Findings

Noted

Nobel Laureate biologist Sidney Altman and colleagues have developed a potentially powerful new weapon against drug-resistant bacteria. Working with cell cultures in the lab, Altman’s team showed that a compound they created, incorporating a protein found in human T-cells, could be effectively delivered into bacteria; the bacteria were either killed outright or rendered less resistant to other drugs. Writing in the Proceedings of the National Academy of Sciences, the researchers estimate their method to be “10 to 100 times more effective” than existing compounds. Next step: testing in mice.

 

A gene called DET1 plays a key role in regulating a plant’s internal circadian clock. Molecular biologist Xing Wang Deng and his colleagues report in Molecular Cell their finding that DET1 suppresses the activity of other genes that need to be turned on at dusk.
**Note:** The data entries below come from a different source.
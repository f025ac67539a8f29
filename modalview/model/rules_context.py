"""What a rule about one part must know of the rest of the model."""

import math
from collections.abc import Iterator
from dataclasses import dataclass

from modalview.model.parts import FREEDOMS, Body, End, Model, Motion, Point, Support

# Longer ids and keys are cut in messages.
LONGEST_NAME = 60

# A rule's finding: the field it concerns, seen from its part, and what is wrong.
Finding = tuple[str, str]
Findings = Iterator[Finding]

# Ends nearer than this share of their coordinates have no direction that could be trusted.
COINCIDENT = 1e-9


def cut(name: str, longest: int = LONGEST_NAME) -> str:
    r"""Return a name fit for a message: short, and on one line.

    >>> print(cut("pump\nset"))
    pump\u000aset
    """
    short = name if len(name) <= longest else f"{name[:longest]}..."
    return "".join(sign if sign.isprintable() else f"\\u{ord(sign):04x}" for sign in short)


def place_of(group: str, number: int, name: str) -> str:
    """Return the place of a part in a list, counted from 0 as in the file.

    >>> place_of("bodies", 2, "pump")
    'bodies[2] "pump"'
    """
    return f'{group}[{number}] "{cut(name)}"'


@dataclass(frozen=True, slots=True)
class Context:
    """Motion, bodies and supports of a model, by id."""

    motion: Motion
    bodies: dict[str, Body]
    supports: dict[str, Support]

    @classmethod
    def of(cls, model: Model) -> "Context":
        """Collect what the rules ask for."""
        return cls(
            model.motion,
            {body.id: body for body in model.bodies},
            {support.id: support for support in model.supports},
        )

    @property
    def dimensions(self) -> int:
        """How many numbers a point has: three in space, two elsewhere."""
        return 3 if self.motion is Motion.SPACE else 2

    @property
    def freedoms(self) -> tuple[str, ...]:
        """The directions a body can move in."""
        return FREEDOMS[self.motion]

    @property
    def drawn_only(self) -> bool:
        """True where positions do not matter to the numbers."""
        return self.motion in (Motion.SINGLE_AXIS, Motion.SHAFT_TRAIN)

    def place(self, end: End) -> tuple[float, ...] | None:
        """Return where an end stands in m; None when it cannot be told."""
        part = self.bodies.get(end.body or "") or self.supports.get(end.support or "")
        if part is None or part.position is None or len(part.position) != self.dimensions:
            return None
        offset = end.offset
        if offset is None:
            return tuple(one.si for one in part.position)
        if len(offset) != self.dimensions:
            return None
        return tuple(one.si + more.si for one, more in zip(part.position, offset, strict=True))

    def line(self, start: End, stop: End) -> tuple[float, ...] | None:
        """Return the vector between two ends; zero when they coincide, None when it cannot be told."""
        here, there = self.place(start), self.place(stop)
        if here is None or there is None:
            return None
        line = tuple(b - a for a, b in zip(here, there, strict=True))
        if any(math.isnan(number) for number in line):
            return None  # a position that could not be read is told where it stands
        scale = max(abs(number) for number in (*here, *there))
        return line if math.hypot(*line) > COINCIDENT * scale else (0.0,) * len(line)


def points(key: str, point: Point | None, context: Context, *, required: bool) -> Findings:
    """Yield what is wrong with a position or an offset."""
    if point is None:
        if required:
            yield (
                key,
                f"is missing; in {context.motion.value} it places the springs: give {_numbers(context)}",
            )
    elif len(point) != context.dimensions:
        yield key, f"has {len(point)} numbers; in {context.motion.value} it needs {_numbers(context)}"


def _numbers(context: Context) -> str:
    return 'three, ["x", "y", "z"]' if context.dimensions == 3 else 'two, ["x", "y"]'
The result—so far, just in the lab—is a faster-running clock and plants that flower sooner than normal.

 

For the bald, becoming a “fathead” may lead to new hair. In Cell, biologist Valerie Horsley and her team showed that the fat cells associated with hair follicles send a critical signal to follicle stem cells, which in turn spur hair growth. In mice, injections of these fat cells (greatly reduced among the bald) start dormant follicles working again.

 

Ferrofluids—magnetic liquids produced by mixing nanoparticles of magnetite into fluids—are important in Hollywood special effects. In Physical Review B, electrical engineer Hur Koser and his colleagues describe a pump that can move ferrofluids effectively using electromagnetism alone. Their “compact, simple, reliable, and scalable” prototype could lead to more-efficient cooling in computers and to medical uses in cellular perfusion and incubation systems.